# crested geckos ideal temperature



## scottyh91 (Nov 7, 2010)

hey guys just found this website its awesome!! im getting a crested gecko within the next week and want to make sure everything is spot on before introducing the animal and my biggest blind area seems to be heat.
So couple of questions
1) the room in which i will keep it sits between 19 and 21c through the day and night is this ok or do i need more?
2)what should i do if its not ok should i put a heatmat under the substrate or use a lamp?

any advice would be fantastic 
thanks.
scott


----------



## pigglywiggly (Jul 19, 2008)

mine are at similar temps are are doing great.

they are addictive though, bet you dont stop at one!


----------



## scottyh91 (Nov 7, 2010)

thanks man. much appreciated do you have any additional heat sources to keep humidity or? haha i know iv allready got a leo my house would be full of reptiles but parents say know im slowly bringing them to the dark side though


----------



## pigglywiggly (Jul 19, 2008)

mine dont have any additional heat on their vivs but i heat the room as i have a couple of leos and cresties :whistling2:

i just have the room light on for them, and i spray their vivs every other day for humidity.

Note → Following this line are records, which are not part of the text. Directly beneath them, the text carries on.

import type { LaneFault } from '../../../runtime/laneEngine.js';
import type { ModelLayout } from '../../../runtime/layout.js';
import { loadStates, showStates } from '../../../runtime/stateBits.js';
import type { LaneMachine } from './laneMachine.js';
import { BLOCK_LANES, BLOCK_WORDS } from './laneOperations.js';

/**
 * Runs one circuit from many power-ups at once, all with the same inputs: a bit of a word each.
 *
 * Lane i does exactly what an engine of the same circuit does from the i-th power-up.
 */
export class LaneRunner {
  readonly lanes: number;
  /** Cycles run so far. */
  cycles = 0;
  /** The lanes that have ended, in the order in which they did. */
  readonly faults: LaneFault[] = [];
  readonly #layout: ModelLayout;
  readonly #machine: LaneMachine;
  /** State bit of each element that tells its value, and whether it is kept inverted. */
  readonly #bitOf: Int32Array;
  /** State bits that are not there to fill a group of neighbours. */
  readonly #meaningful: Uint32Array;
  /** Per word of 32 lanes, a 1 for each lane that goes on. */
  readonly #running: Int32Array;

  /**
   * `powerUp` gives each lane its state, as `Engine.reset` takes it. Throws RangeError for lanes
   * that are no count from 1 on or more than the machine's blocks hold, and what `Engine.reset`
   * throws.
   */
  constructor(
    machine: LaneMachine,
    layout: ModelLayout,
    lanes: number,
    powerUp: (lane: number) => Uint8Array,
  ) {
    const most = machine.blocks * BLOCK_LANES;
    if (!Number.isSafeInteger(lanes) || lanes < 1 || lanes > most) {
      throw new RangeError(`lanes are a count from 1 to ${most}, got ${lanes}`);
    }
    this.lanes = lanes;
    this.#layout = layout;
    this.#machine = machine;
    this.#bitOf = new Int32Array(layout.stateNames.length);
    this.#machine.map.states.forEach(({ role, index }, bit) => {
      if (role === 'value') this.#bitOf[index] = bit;
    });
    this.#meaningful = Uint32Array.from(this.#machine.map.states.keys()).filter(
      (bit) => this.#machine.map.states[bit]!.role !== 'unused',
    );
    this.#running = new Int32Array(machine.blocks * BLOCK_WORDS);
    for (let lane = 0; lane < lanes; lane++) {
      this.#running[lane >>> 5]! |= 1 << (lane & 31);
      this.#load(lane, loadStates(layout, this.#machine.map, powerUp(lane)));
    }
  }

  /** Runs one cycle with a packed stimulus row that holds for all lanes. */
  run(row: Uint32Array): void {
    this.#machine.run(row);
    this.#dropFaulty();
    this.cycles++;
  }

  /** The lowest lane that goes on; -1 where all have ended. */
  get firstRunning(): number {
    const word = this.#running.findIndex((lanes) => lanes !== 0);
    return word < 0 ? -1 : word * 32 + lowestBit(this.#running[word]!);
  }

  /** The state of one lane, as `Engine.state` gives it. What a lane has that ended is no state. */
  stateOf(lane: number): Uint8Array {
    const words = this.#machine.stateOf(Math.floor(lane / BLOCK_LANES));
    const word = (lane >>> 5) % BLOCK_WORDS;
    const bits = this.#machine.map.states.map(
      (_, bit) => words[bit * BLOCK_WORDS + word]! >>> (lane & 31),
    );
    return showStates(this.#layout, this.#machine.map, bits);
  }

  /**
   * Calls `found` for each state element on which running lanes disagree, with the lowest lane
   * that differs from `lane`, a running one, and the value of `lane`. Two-valued programs only.
   */
  eachDifference(
    lane: number,
    found: (element: number, other: number, value: number) => void,
  ): void {
    const blocks = Array.from({ length: this.#machine.blocks }, (_, block) =>
      this.#machine.stateOf(block),
    );
    const home = blocks[Math.floor(lane / BLOCK_LANES)]!;
    const homeWord = (lane >>> 5) % BLOCK_WORDS;
    for (let element = 0; element < this.#bitOf.length; element++) {
      const bit = this.#bitOf[element]!;
      const kept = (home[bit * BLOCK_WORDS + homeWord]! >>> (lane & 31)) & 1;
      const other = this.#firstUnlike(blocks, bit * BLOCK_WORDS, -kept);
      if (other >= 0) found(element, other, kept ^ this.#machine.map.stateInverted[bit]!);
    }
  }

  /** A copy of the state of all lanes, for `isAt`. */
  snapshot(): Int32Array[] {
    return Array.from({ length: this.#machine.blocks }, (_, block) =>
      this.#machine.stateOf(block).slice(),
    );
  }

  /** Whether every running lane is in the state that it had when a copy was made. */
  isAt(snapshot: readonly Int32Array[]): boolean {
    return snapshot.every((saved, block) => {
      const words = this.#machine.stateOf(block);
      const running = this.#running.subarray(block * BLOCK_WORDS);
      for (const bit of this.#meaningful) {
        for (let i = 0, at = bit * BLOCK_WORDS; i < BLOCK_WORDS; i++, at++) {
          if (((words[at]! ^ saved[at]!) & running[i]!) !== 0) return false;
        }
      }
      return true;
    });
  }

  #firstUnlike(blocks: readonly Int32Array[], at: number, value: number): number {
    for (let block = 0, word = 0; block < blocks.length; block++) {
      const words = blocks[block]!;
      for (let i = 0; i < BLOCK_WORDS; i++, word++) {
        const unlike = (words[at + i]! ^ value) & this.#running[word]!;
        if (unlike !== 0) return word * 32 + lowestBit(unlike);
      }
    }
    return -1;
  }

  #dropFaulty(): void {
    const machine = this.#machine;
    for (let word = 0; word < this.#running.length; word++) {
      const block = Math.floor(word / BLOCK_WORDS);
      const faulty = machine.faulty(block, word % BLOCK_WORDS) & this.#running[word]!;
      this.#running[word]! &= ~faulty;
      for (let rest = faulty; rest !== 0; rest &= rest - 1) {
        const lane = word * 32 + lowestBit(rest);
        const { message, place } = machine.faultOf(block, lane % BLOCK_LANES);
        this.faults.push({ lane, cycle: this.cycles, message, place });
      }
    }
  }

  #load(lane: number, bits: Uint8Array): void {
    const words = this.#machine.stateOf(Math.floor(lane / BLOCK_LANES));
    const word = (lane >>> 5) % BLOCK_WORDS;
    const own = 1 << (lane & 31);
    bits.forEach((value, bit) => {
      const at = bit * BLOCK_WORDS + word;
      words[at] = (words[at]! & ~own) | (value === 0 ? 0 : own);
    });
  }
}

const lowestBit = (word: number): number => 31 - Math.clz32(word & -word);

mine are all on kitchen roll to stop them eating the substrate!


----------



## scottyh91 (Nov 7, 2010)

thanks again!!


----------



## corny girl (Aug 30, 2009)

I've just got my first Crestie (wasn't going to get one until end of this month, but bought one from someone else). I'm still getting the one i was planning on getting though (so will have 2 :whistling2. The temps you have sound fine, my temps drop to about 18*C at night but go up to about 25*C-26*C during the day when i'm home & have the gas fire on (thermometer in Crestie's faunarium reads 23.4*C at the mo yet room temp is reading 26.6*C).


----------



## scottyh91 (Nov 7, 2010)

cool thanks theres a lot of people doin different stuff with temperature and some said that theres risk of death if it gets over 29c!! relatively new to reptiles so everything gets me paranoid haha thanks again


----------



## corny girl (Aug 30, 2009)

scottyh91 said:


> cool thanks theres a lot of people doin different stuff with temperature and some said that theres risk of death if it gets over 29c!! relatively new to reptiles so everything gets me paranoid haha thanks again



I was told anything over 28*C & it can be dangerous :gasp:. From what i gather temp can go down quite low (about 14*C at night) & still be ok :2thumb:. I researched lots before i got mine but couldn't find all the answers i needn't so sent a PM to a member on here who helped me & this is the person i have just bought my Crestie from :2thumb:. Don't forget to post pics up :flrt:.


----------



## NaomiR (Jan 26, 2009)

yah we will NEED pictures - I really wouldn't worry too much I don't give mine any extra heat and he's quite happy, I just asked him : victory:


----------



## Meko (Apr 29, 2007)

i use two unstatted heat mats. 24x18x18 exo terra with an 11x11 under it and a 16x11 on one side. Temperatures can get to about 38c on the floor where the mat is but the cresties move all over the place.


----------